# Tunnel trouble



## Ray Dunakin (Jan 6, 2008)

Found out today that there was a drainage problem in one of my tunnels. Train went in, didn't come out. Pulled off the access panel, discovered that water and mud had collected in the middle of tunnel. I had to scoop a lot of muck out from under the track and replaced it with some patio tiles and cement. I got most of the repairs done today, will finish tomorrow.


----------



## Ray Dunakin (Jan 6, 2008)

Things are looking pretty good in the tunnel. I built up a small cement berm between the track and the tunnel wall. The seepage is now running out to the end of the tunnel, and the track is no longer sitting in a puddle.


----------



## Greg Elmassian (Jan 3, 2008)

Very prototypical Ray! 

Greg


----------



## Ray Dunakin (Jan 6, 2008)

I went out this morning and there's more water than ever coming out of the tunnel -- and more seeping out of the steps and hill. Obviously, this isn't natural and it's not a drainage problem. Turns out the neighbor installed a sprinkler system at the top of the hill just on the other side of the fence, and the pipe's leaking underground!


----------



## Biblegrove RR (Jan 4, 2008)

I hope you do not own a gun!


----------



## Burl (Jan 2, 2008)

Any way you could work it into a water feature?


----------



## vsmith (Jan 2, 2008)

At least its not coming from a crack in a swimming pool, seen entire lots and homes taken out by that kind of leakage.


----------



## aceinspp (Jan 2, 2008)

Maybe dig a trench on one side of the track in the tunnel and run it to one end of the tunnel and then create a small water fall off the the side. Maybe even irrigate some plants with it. Later RJD


----------



## Mike Reilley (Jan 2, 2008)

Woof....the ONLY fix for a problem like this is to fix the leaking pipe...and address any irrigation (especially over irrigation) issues that may exist. If you have MUD and water, you have earth movement. Earth movement can come from runoff carrying soil or it can be saturated ground passing water through it. Depending on the saturation level, a good rain storm could add enough water in a short period to cause a slide. 

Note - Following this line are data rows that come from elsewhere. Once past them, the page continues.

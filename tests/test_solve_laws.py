"""Laws that hold in every linear circuit, over random circuits (Kirchhoff 1845, Tellegen 1952, superposition, reciprocity)."""

from __future__ import annotations

from dataclasses import replace
from fractions import Fraction
from math import isclose

from circuits import circuit, circuits, part, scales
from hypothesis import assume, given, settings
from hypothesis import strategies as st

from calccheck.model import Circuit
from calccheck.solve import solve, solve_batch, state, total
from calccheck.solve.branches import network_of
from calccheck.solve.nodal import condition

few = settings(max_examples=60, deadline=None)
PASSIVE = "RVISOCL0"


def sums_at_nodes(made, at):
    sums = dict.fromkeys(at.potentials, 0)
    for e in made.elements:
        sums[e.plus] += at.currents[e.name]
        sums[e.minus] -= at.currents[e.name]
    return sums


def powers(made, at):
    return {e.name: (at.potentials[e.plus] - at.potentials[e.minus]) * at.currents[e.name] for e in made.elements}


@few
@given(circuits())
def test_currents_at_every_node_and_powers_sum_to_zero_exactly_for_each_source_alone(made):
    solution = solve(made)
    assert solution.exact and set(solution.parts) == {e.name for e in made.sources()}
    for at in (*solution.parts.values(), total(solution)):
        assert set(sums_at_nodes(made, at).values()) == {0}
        assert sum(powers(made, at).values()) == 0
        assert at.potentials[made.reference] == 0
        assert all(isinstance(x, Fraction) for x in (*at.potentials.values(), *at.currents.values()))


@few
@given(circuits())
def test_every_part_obeys_its_own_law_with_each_source_alone_and_the_others_zeroed(made):
    for alone, at in solve(made).parts.items():
        for e in made.elements:
            volts, amperes = at.potentials[e.plus] - at.potentials[e.minus], at.currents[e.name]
            strength = e.value if e.name == alone else 0
            if e.control is not None:
                c = e.control
                strength = e.value * (at.currents[c.part] if c.part else at.potentials[c.plus] - at.potentials[c.minus])
            match e.kind:
                case "resistor":
                    assert volts == e.value * amperes
                case "voltage source" | "controlled voltage source":
                    assert volts == strength
                case "current source" | "controlled current source":
                    assert amperes == strength
                case "short" | "inductor":
                    assert volts == 0
                case "open" | "capacitor":
                    assert amperes == 0


@few
@given(circuits())
def test_superposition_equals_nodal(made):
    solution = solve(made)
    bound = 1e-9 if not any(e.control for e in made.elements) else 1e-13 * condition(network_of(made))
    assert solution.gap <= bound
    assert solution.residual <= bound and solution.balance <= bound


@few
@given(circuits(), st.integers(2, 9))
def test_scaled_sources_scale_voltages_and_square_powers(made, k):
    scaled = tuple(replace(e, value=k * e.value) if e in made.sources() else e for e in made.elements)
    louder = replace(made, elements=scaled)
    first, second = total(solve(made)), total(solve(louder))
    assert second.potentials == {n: k * v for n, v in first.potentials.items()}
    assert powers(louder, second) == {n: k * k * p for n, p in powers(made, first).items()}


@few
@given(circuits(), st.randoms(use_true_random=False))
def test_other_names_and_another_order_change_nothing(made, random):
    names = {n: f"node {k}" for k, n in enumerate(random.sample(made.nodes(), len(made.nodes())))}

    def renamed(e):
        control = e.control and replace(
            e.control, plus=names.get(e.control.plus, ""), minus=names.get(e.control.minus, "")
        )
        return replace(e, plus=names[e.plus], minus=names[e.minus], control=control)

    elements = [renamed(e) for e in made.elements]
    random.shuffle(elements)
    first, second = solve(made), solve(replace(made, elements=tuple(elements), reference=names[made.reference]))
    for name, at in first.parts.items():
        assert second.parts[name].currents == at.currents
        assert second.parts[name].potentials == {names[n]: v for n, v in at.potentials.items()}
    assert second.gap < max(1e-9, 1e-13 * condition(network_of(made)))


@few
@given(circuits(), st.data())
def test_a_reversed_part_changes_the_sign_of_what_is_its_own(made, data):
    chosen = data.draw(st.sampled_from(made.sources()))
    turned = replace(
        made, elements=tuple(replace(e, plus=e.minus, minus=e.plus) if e is chosen else e for e in made.elements)
    )
    assume(
        all(e.control is None or e.control.part != chosen.name for e in made.elements)
    )  # what it steers would turn too
    first, second = solve(made), solve(turned)
    for name in first.parts:
        sign = -1 if name == chosen.name else 1
        assert second.parts[name].potentials == {n: sign * v for n, v in first.parts[name].potentials.items()}


@few
@given(circuits(PASSIVE), st.data())
def test_transfer_resistances_are_reciprocal(made, data):
    """A current into one pair of nodes gives at another pair the voltage that it gives the other way round."""
    zeroed = tuple(replace(e, value=Fraction(0)) if e in made.sources() else e for e in made.elements)
    nodes = data.draw(st.tuples(*[st.sampled_from(made.nodes())] * 4))

    def transfer(a, b, c, d):
        fed = replace(made, elements=(*zeroed, part("I", "test", b, a, 1)))
        at = state(solve(fed), ("test",))
        return at.potentials[c] - at.potentials[d]

    assert transfer(*nodes) == transfer(*nodes[2:], *nodes[:2])
    assert transfer(*nodes[:2], *nodes[:2]) == transfer(*nodes[1::-1], *nodes[1::-1]) >= 0


@few
@given(circuits(PASSIVE), st.data())
def test_a_reference_moved_shifts_all_potentials_alike(made, data):
    other = data.draw(st.sampled_from(made.nodes()))
    first, second = total(solve(made)), total(solve(replace(made, reference=other)))
    shift = first.potentials[other]
    assert second.potentials == {n: v - shift for n, v in first.potentials.items()}
    assert second.currents == first.currents


@settings(max_examples=25, deadline=None)
@given(circuits(), st.data())
def test_a_batch_gives_what_each_circuit_gives_by_itself(made, data):
    def varied(e):
        return replace(e, value=e.value * Fraction(11, 10)) if e.value else replace(e, plus=e.minus, minus=e.plus)

    variants: list[Circuit] = [made]
    for k in range(len(made.elements)):
        variants.append(replace(made, elements=tuple(varied(e) if j == k else e for j, e in enumerate(made.elements))))
    variants.append(replace(made, elements=(*made.elements, part("R", "more", made.reference, made.nodes()[-1], 1))))
    for one, at in zip(variants, solve_batch(variants), strict=True):
        slack = 1e-13 * condition(network_of(one))
        if slack > 1e-4:
            continue
        solution = solve(one)
        exact = total(solution)
        assert at is not None
        volts, amperes = scales(one, solution)
        assert all(isclose(at.potentials[n], v, abs_tol=slack * volts) for n, v in exact.potentials.items())
        assert all(isclose(at.currents[n], i, abs_tol=slack * amperes) for n, i in exact.currents.items())


def test_thirty_nodes_are_worked_in_floating_point_and_still_agree():
    rungs = [part("R", f"A{k}", f"n{k}", f"n{k + 1}", 10 + k) for k in range(30)]
    rungs += [part("R", f"B{k}", f"n{k}", "com", 1000 - k) for k in range(31)]
    solution = solve(circuit(part("V", "V1", "n0", "com", 10), part("I", "I1", "com", "n30", "0.01"), *rungs))
    assert not solution.exact
    assert solution.gap < 1e-12 and solution.residual < 1e-12 and solution.balance < 1e-12
    assert all(isinstance(x, float) for x in total(solution).potentials.values())
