"""Ideal op-amps: published stages, other formulations, missing feedback."""

from __future__ import annotations

import math
from fractions import Fraction

import pytest
import sympy
from circuits import ac, circuit, op_amp, part
from hypothesis import given, settings
from hypothesis import strategies as st

from calccheck.solve import Unsolvable, solve, solve_batch, state, total


def refused(*parts, hertz=None, reference="com"):
    with pytest.raises(Unsolvable) as caught:
        solve(circuit(*parts, reference=reference), hertz)
    return caught.value.findings


# --- op-amps: published ---------------------------------------------------------------------------------------------

# Khalid Khan Yousafzai, Circuit Analysis (open textbook), op-amps: examples and exercises; T. R. Kuphaldt et al., Lessons in
# Electric Circuits, vol. III, ch. 8, divided feedback. All printed as whole numbers or fractions.
OP_AMPS = {
    "Kuphaldt: non-inverting, gain of 2": (
        [part("V", "VS", "p", "g", 6), part("R", "R1", "n", "g", 1000), part("R", "R2", "o", "n", 1000), op_amp("U", "p", "n", "o")],
        {"o": 12, "n": 6}, {"R1": Fraction(6, 1000)},
    ),
    "Yousafzai: two direct inputs": (
        [part("V", "VP", "p", "g", 5), part("V", "VN", "s", "g", 2), part("R", "R1", "s", "n", 2000), part("R", "R2", "n", "o", 8000),
         op_amp("U", "p", "n", "o")],
        {"o": 17}, {},
    ),
    "Yousafzai: inverting, a resistor at the virtual ground and a load": (
        [part("V", "VS", "s", "g", "0.4"), part("R", "R1", "s", "n", 12000), part("R", "R2", "n", "o", 82000), part("R", "R3", "n", "g", 10000),
         part("R", "RL", "o", "g", 5000), op_amp("U", "g", "n", "o")],
        {"o": Fraction(-41, 6) * Fraction(2, 5)}, {"RL": Fraction(-41, 75000)},
    ),
    "Yousafzai: transimpedance": (
        [part("I", "IS", "g", "n", "0.002"), part("R", "Rf", "n", "o", 4000), part("R", "RL", "o", "g", 80), op_amp("U", "g", "n", "o")],
        {"o": -8}, {"RL": Fraction(-1, 10)},
    ),
    "Yousafzai: attenuator, then non-inverting": (
        [part("V", "VS", "s", "g", 1), part("R", "Ra", "s", "p", 40000), part("R", "Rb", "p", "g", 10000), part("R", "R1", "n", "g", 2000),
         part("R", "R2", "n", "o", 48000), op_amp("U", "p", "n", "o")],
        {"o": 5}, {},
    ),
    "Kuphaldt: instrumentation amplifier, 1 + 2R/R_gain for R = 1 kΩ and 100 Ω": (
        [part("V", "V1", "i1", "g", 0), part("V", "V2", "i2", "g", "0.001"), op_amp("U1", "i1", "p1", "p3"), op_amp("U2", "i2", "p2", "p4"),
         part("R", "Ra", "p3", "p1", 1000), part("R", "Rg", "p1", "p2", 100), part("R", "Rb", "p2", "p4", 1000), part("R", "Rc", "p3", "n", 1000),
         part("R", "Rd", "n", "o", 1000), part("R", "Re", "p4", "q", 1000), part("R", "Rf", "q", "g", 1000), op_amp("U3", "q", "n", "o")],
        {"o": Fraction(21, 1000)}, {},
    ),
}  # fmt: skip


@pytest.mark.parametrize("name", OP_AMPS)
def test_printed_op_amp_stages(name):
    parts, potentials, currents = OP_AMPS[name]
    solution = solve(circuit(*parts, reference="g"))
    at = total(solution)
    assert {n: at.potentials[n] for n in potentials} == potentials
    assert {n: at.currents[n] for n in currents} == currents
    assert solution.gap < 1e-12 and solution.residual < 1e-12 and solution.balance < 1e-12


def test_superposition_of_two_inputs():
    """The same two-input example: 5 V alone gives 25 V, 2 V alone −8 V (the book's gains, 1 + 8/2 and −8/2)."""
    solution = solve(circuit(*OP_AMPS["Yousafzai: two direct inputs"][0], reference="g"))
    assert {n: s.potentials["o"] for n, s in solution.parts.items()} == {"VP": 25, "VN": -8}
    assert state(solution, ["VN"]).potentials["o"] == -8


def test_currents_of_an_op_amp():
    """By hand: 12 mA goes on from the output through the load, 6 mA through the feedback, both out of the output."""
    parts = [*OP_AMPS["Kuphaldt: non-inverting, gain of 2"][0], part("R", "RL", "o", "g", 1000)]
    at = total(solve(circuit(*parts, reference="g"))).currents
    assert (at["U,plus"], at["U,minus"], at["U,out"]) == (0, 0, Fraction(-18, 1000))


# --- op-amps: another formulation -----------------------------------------------------------------------------------

RESISTORS = st.lists(st.integers(1, 99), min_size=5, max_size=5)


@settings(max_examples=8, deadline=None)
@given(RESISTORS)
def test_difference_amplifier_against_the_limit_of_a_finite_gain(ohms):
    """sympy: v_o = A·(v₊ − v₋) with A left a symbol, the node equations solved, then A → ∞."""
    r = [sympy.Integer(x) for x in ohms]
    v1, v2, plus, minus, out, gain = sympy.symbols("v1 v2 p m o A")
    solved = sympy.solve(
        [(minus - v1) / r[0] + (minus - out) / r[1], (plus - v2) / r[2] + plus / r[3], out - gain * (plus - minus)],
        [plus, minus, out], dict=True,
    )[0]  # fmt: skip
    expected = sympy.limit(solved[out].subs({v1: 3, v2: 7}), gain, sympy.oo)
    at = total(solve(circuit(
        part("V", "V1", "a", "com", 3), part("V", "V2", "b", "com", 7), part("R", "R1", "a", "m", ohms[0]), part("R", "R2", "m", "o", ohms[1]),
        part("R", "R3", "b", "p", ohms[2]), part("R", "R4", "p", "com", ohms[3]), part("R", "RL", "o", "com", ohms[4]), op_amp("U", "p", "m", "o"),
    )))  # fmt: skip
    assert sympy.Rational(at.potentials["o"].numerator, at.potentials["o"].denominator) == expected


@settings(max_examples=25, deadline=None)
@given(RESISTORS)
def test_a_high_gain_comes_near_the_ideal(ohms):
    """The same circuit with a controlled source of gain 10⁹ for the op-amp."""
    parts = [part("V", "V1", "a", "com", 3), part("R", "R1", "a", "m", ohms[0]), part("R", "R2", "m", "o", ohms[1]),
             part("R", "R3", "m", "com", ohms[2]), part("R", "R4", "o", "x", ohms[3]), part("R", "R5", "x", "com", ohms[4])]  # fmt: skip
    ideal = total(solve(circuit(*parts, op_amp("U", "com", "m", "o"))))
    near = total(solve(circuit(*parts, part("E", "E", "o", "com", 10**9, ("com", "m")))))
    assert all(abs(near.potentials[n] - v) <= 1e-5 * ohms[1] for n, v in ideal.potentials.items())


def test_low_pass_of_second_order():
    """Unity-gain stage of R. P. Sallen and E. L. Key (IRE Trans. CT-2, 1955): H = 1/(1 + s·C₂·(R₁ + R₂) + s²·R₁·R₂·C₁·C₂)."""
    r1, r2, c1, c2, hertz = 10e3, 22e3, 4.7e-9, 1e-9, 5000
    s = 2j * math.pi * hertz
    solution = solve(circuit(
        ac("V", "V1", "a", "com", 1, hertz), part("R", "R1", "a", "b", 10000), part("R", "R2", "b", "p", 22000),
        part("C", "C1", "b", "o", "4.7e-9"), part("C", "C2", "p", "com", "1e-9"), op_amp("U", "p", "o", "o"), part("R", "RL", "o", "com", 1000),
    ), Fraction(hertz))  # fmt: skip
    expected = 1 / (1 + s * c2 * (r1 + r2) + s * s * r1 * r2 * c1 * c2)
    assert total(solution).potentials["o"] == pytest.approx(expected, rel=1e-9)
    assert solution.gap < 1e-12


# --- op-amps: what is missing ---------------------------------------------------------------------------------------

SOURCE, GROUNDED, LOAD = (
    part("V", "V1", "p", "com", 6),
    part("R", "R1", "n", "com", 1000),
    part("R", "RL", "o", "com", 1000),
)


@pytest.mark.parametrize(
    "parts",
    [
        [SOURCE, GROUNDED, LOAD, op_amp("U1", "p", "n", "o")],
        [SOURCE, GROUNDED, part("R", "R2", "p", "n", 1000), LOAD, op_amp("U1", "p", "n", "o")],
        [SOURCE, GROUNDED, op_amp("U1", "p", "n", "o")],  # nothing at its output at all
        [
            SOURCE,
            op_amp("U0", "p", "m", "m"),
            part("R", "R2", "m", "n", 5),
            GROUNDED,
            LOAD,
            op_amp("U1", "p", "n", "o"),
        ],
        [SOURCE, GROUNDED, part("C", "C1", "o", "n", "1e-6"), LOAD, op_amp("U1", "p", "n", "o")],  # feedback at AC only
    ],
)
def test_missing_feedback_is_said(parts):
    (found,) = refused(*parts)
    assert found.message.startswith("U1 has no feedback") and "minus input" in found.message
    assert ("a capacitor is a gap" in found.message) == any(e.kind == "capacitor" for e in parts)
    assert solve_batch([circuit(*parts)]) == [None]


def test_feedback_of_one_op_amp_through_another():
    """By hand: the inner stage inverts, gain −2, so the outer one is fed back through it: v_n = −2·v_o·1/2 = 1 V."""
    at = total(solve(circuit(
        part("V", "V1", "p", "com", 1), op_amp("U1", "p", "n", "o"), part("R", "Ra", "o", "m", 1000), part("R", "Rb", "m", "q", 2000),
        op_amp("U2", "com", "m", "q"), part("R", "Rc", "q", "n", 1000), part("R", "Rd", "n", "com", 1000),
    )))  # fmt: skip
    assert (at.potentials["o"], at.potentials["q"]) == (-1, 2)


def test_feedback_that_cancels_itself():
    bridge = [
        part("R", "R1", "o", "p", 10),
        part("R", "R2", "p", "com", 10),
        part("R", "R3", "o", "n", 10),
        part("R", "R4", "n", "com", 10),
    ]
    (found,) = refused(*bridge, part("I", "I1", "com", "p", 1), op_amp("U1", "p", "n", "o"))
    assert found.message.startswith("The feedback of U1 to its plus input cancels")
    assert solve(
        circuit(
            *bridge[:3], part("R", "R4", "n", "com", 11), part("I", "I1", "com", "p", 1), op_amp("U1", "p", "n", "o")
        )
    ).exact


def test_an_output_held_by_a_source():
    (found,) = refused(
        SOURCE, GROUNDED, part("R", "R2", "o", "n", 1000), part("V", "V2", "o", "com", 3), op_amp("U1", "p", "n", "o")
    )
    assert found.message.startswith("V2 and U1 (its output) make a loop without resistance")


def test_an_input_that_hangs_in_the_air():
    (found,) = refused(SOURCE, LOAD, op_amp("U1", "p", "n", "o"))
    assert found.message.startswith("Node n has no path to the reference com; parts there: U1.")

The key thing, the MUD showing up is a very bad sign because it means the water is carrying earth with it. You need to determine whether the mud in the tunnel is flowing INTO the tunnel from the ENDS of the tunnel (run off) or through the hill into the tunnel (pre-slide condition from ground saturation). If you have a ground saturation problem, fixing the water source issues is necessary...but you should also consider installing a french drain system with a sump pump if necessary to keep the water pressure off your hill and layout area.


----------



## Ray Dunakin (Jan 6, 2008)

Yeah, fixing the leak is definitely the key thing here. Ground saturation is a major concern.


----------



## Ray Dunakin (Jan 6, 2008)

I talked to the guy when he came home from work, and he was able to turn off water to that portion of the sprinkler system, until he can get it repaired. So I can breathe a little easier now. The whole hillside was becoming extremely saturated and I don't know how long it could hold up that way.


----------



## Jerry Barnes (Jan 2, 2008)

Wow, glad to hear that Ray, I was worried the whole thing would come crashing down, still some concern, I would think.


----------



## SailorDon (Jan 6, 2008)

Or you could model the real thing!









Not too many model railroads have a "tunnel with washout" feature.


----------



## Great Western (Jan 2, 2008)

Water issues? Consider the Severn Tunnel - a railway tunnel nearly five miles long between Western England and South Wales. This tunnel is beneath the River Severn and during its construction, in the mid 19th. century, unfortunately met the Great Spring. Dependant on the surrounding land water table the pumps have to shift anything between 24 million gallons and 40 million gallons + per day!


----------



## KVBarkley (Jan 9, 2009)

While they don't pump out *quite* that much, the 105 Freeway in Los Angeles is a good example of this. The section between the Los Angeles and San Gabriel River was built below grade to cut down noise. Of course, it goes into the water table so they need to pump out the excess water and flush it down the river. The ironic thing is that a few miles north is a settlement basin where they capture water from the rivers during the rainy season and pump it *into* the water table for water storage. So they pump water into the water table on one end and pump it out on the other. CalTrans *tried* to keep this a secret!


----------



## Bob Pero (Jan 13, 2008)

Ah Yes- Your government at work!!!


----------